### DATA IN THIS EXERCISE
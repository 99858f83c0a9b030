using ForceFit.Core.Problems;
using ForceFit.Ingest.Data;
using ForceFit.Ingest.RunFiles;
using PureHDF;
using PureHDF.Selections;
using PureHDF.VOL.Native;

namespace ForceFit.Ingest.Streams;

/// <summary>
/// Streams a run's HDF5 file: four 1-D datasets (addressed by path) of equal length, read in chunks. A dataset's
/// optional "unit" attribute must agree with the run file's unit for that channel.
/// </summary>
public sealed class Hdf5SampleSource : ISampleSource
{
    private const int Chunk = 1 << 18;
    private readonly string _file;
    private readonly NativeFileHandle _handle;
    private readonly IH5Dataset[] _datasets = new IH5Dataset[4];
    private readonly double[] _toSi = new double[4];
    private readonly string[] _names = new string[4];
    private readonly ulong _length;
    private readonly SampleBlock[] _blocks = [new(Chunk), new(Chunk)];
    private Task<SampleBlock?>? _pending;
    private bool _finished;
    private ulong _delivered;

    /// <summary>Opens the file read-only and checks the datasets.</summary>
    public Hdf5SampleSource(RunSettings run)
    {
        _file = run.DataFile;
        IReadOnlyList<Problem> missing = DataFileProbe.CheckColumns(run);
        if (missing.Count > 0) throw new InputException(missing);
        ColumnSettings[] columns = MappedChannels.Of(run);
        _handle = new NativeFileHandle(H5File.OpenRead(_file));
        Length = new FileInfo(_file).Length;
        for (int c = 0; c < 4; c++)
        {
            string path = columns[c].Name.TrimStart('/');
            IH5Dataset dataset = _handle.File.Dataset(path);
            ulong[] dims = dataset.Space.Dimensions;
            if (dims.Length != 1)
                throw new InputException(new Problem(_file, null, $"dataset '{path}' has {dims.Length} dimensions; a channel is a 1-D dataset"));
            if (dataset.AttributeExists("unit"))
            {
                string unit = dataset.Attribute("unit").Read<string>();
                string declared = columns[c].Unit.Symbol.Length == 0 ? "1" : columns[c].Unit.Symbol;
                if (!string.Equals(unit.Trim(), declared, StringComparison.Ordinal) && !(unit.Trim().Length == 0 && declared == "1"))
                    throw new InputException(new Problem(_file, null, $"dataset '{path}' says unit '{unit}', but {run.RunFile} maps it with unit '{declared}'"));
            }
            _datasets[c] = dataset;
            _toSi[c] = columns[c].Unit.ToSi;
            _names[c] = path;
        }
        _length = _datasets[0].Space.Dimensions[0];
        for (int c = 1; c < 4; c++)
        {
            ulong n = _datasets[c].Space.Dimensions[0];
            if (n != _length)
                throw new InputException(new Problem(_file, null, $"dataset '{_names[c]}' has {n} values, '{_names[0]}' has {_length}: the channels must have the same length"));
        }
        if (_length == 0) throw new InputException(new Problem(_file, null, "the datasets are empty"));
        // A sample's "line" is its index: the block's first index plus its position in the block.
        foreach (SampleBlock block in _blocks)
            for (int i = 0; i < block.Capacity; i++) block.LineOffsets[i] = i;
    }

    /// <inheritdoc />
    public long BytesRead => Length == 0 || _length == 0 ? 0 : (long)(Length * ((double)_delivered / _length));

    /// <inheritdoc />
    public long Length { get; }

    /// <inheritdoc />
    public IReadOnlyList<string> Warnings { get; } = [];

    /// <inheritdoc />
    public SampleBlock? Next()
    {
        // Two blocks: the next one is read on a worker while the caller works on the one returned.
        if (_finished) return null;
        Task<SampleBlock?> pending = _pending ?? Task.Run(() => ReadBlock(_blocks[0], 0));
        _pending = null;
        SampleBlock? block = pending.GetAwaiter().GetResult();
        if (block is null)
        {
            _finished = true;
            return null;
        }
        _delivered = (ulong)block.LineBase + (ulong)block.Count;
        SampleBlock spare = ReferenceEquals(block, _blocks[0]) ? _blocks[1] : _blocks[0];
        ulong from = _delivered;
        _pending = Task.Run(() => ReadBlock(spare, from));
        return block;
    }

    [System.Runtime.CompilerServices.MethodImpl(System.Runtime.CompilerServices.MethodImplOptions.AggressiveOptimization)]
    private SampleBlock? ReadBlock(SampleBlock block, ulong position)
    {
        if (position >= _length) return null;
        int count = (int)Math.Min((ulong)Chunk, _length - position);
        var file = new HyperslabSelection(position, (ulong)count);
        var memory = new HyperslabSelection(0, (ulong)count);
        double[][] columns = [block.Time, block.Piezo, block.Bias, block.Signal];
        for (int c = 0; c < 4; c++)
        {
            _datasets[c].Read(columns[c], fileSelection: file, memorySelection: memory, memoryDims: [(ulong)block.Capacity]);
            double[] x = columns[c];
            double toSi = _toSi[c];
            for (int i = 0; i < count; i++)
            {
                if (!double.IsFinite(x[i]))
                    throw new InputException(new Problem(_file, null, $"dataset '{_names[c]}', index {(long)position + i}: {x[i]} is not a finite number"));
                x[i] *= toSi;
            }
        }
        double[] t = block.Time;
        // Time increases within the block and from the block before (its last time is known only to the caller's
        // order, so the block reads the value at position - 1 itself).
        double before = position == 0 ? double.NegativeInfinity : ReadTime(position - 1);
        for (int i = 0; i < count; i++)
        {
            if (!(t[i] > before))
                throw new InputException(new Problem(_file, null, $"dataset '{_names[0]}', index {(long)position + i}: time does not increase"));
            before = t[i];
        }
        block.LineBase = (long)position;
        block.Count = count;
        return block;
    }

    private double ReadTime(ulong index)
    {
        double[] one = _datasets[0].Read<double[]>(fileSelection: new HyperslabSelection(index, 1));
        return one[0] * _toSi[0];
    }

    /// <inheritdoc />
    public void Dispose()
    {
        try { _pending?.Wait(); } catch (AggregateException) { }
        _handle.Dispose();
    }

    // Keeps the opened file and disposes it.
    private sealed class NativeFileHandle(NativeFile file) : IDisposable
    {
        public NativeFile File { get; } = file;
        public void Dispose() => File.Dispose();
    }
}

/// <summary>Opens the right source for a run's data file.</summary>
public static class SampleSources
{
    /// <summary>
    /// HDF5 by the file's extension; CSV/TSV through the parallel chunked reader when the file holds plain
    /// numbers, or through the CsvHelper-based reader when its data have quoted fields.
    /// </summary>
    public static ISampleSource Open(RunSettings run)
    {
        if (DataFileProbe.KindOf(run.DataFile) == DataFileKind.Hdf5) return new Hdf5SampleSource(run);
        return ChunkedCsvSampleSource.Suits(run.DataFile) ? new ChunkedCsvSampleSource(run) : new CsvSampleSource(run);
    }
}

### WHAT IS BEING ASKED
Given the records above, reproduce precisely and only the lines between the line holding "using PureHDF.VOL.Native;" and the line holding "private readonly string _file;", inclusive.

### YOUR SOLUTION
using PureHDF.VOL.Native;

namespace ForceFit.Ingest.Streams;

/// <summary>
/// Streams a run's HDF5 file: four 1-D datasets (addressed by path) of equal length, read in chunks. A dataset's
/// optional "unit" attribute must agree with the run file's unit for that channel.
/// </summary>
public sealed class Hdf5SampleSource : ISampleSource
{
    private const int Chunk = 1 << 18;
    private readonly string _file;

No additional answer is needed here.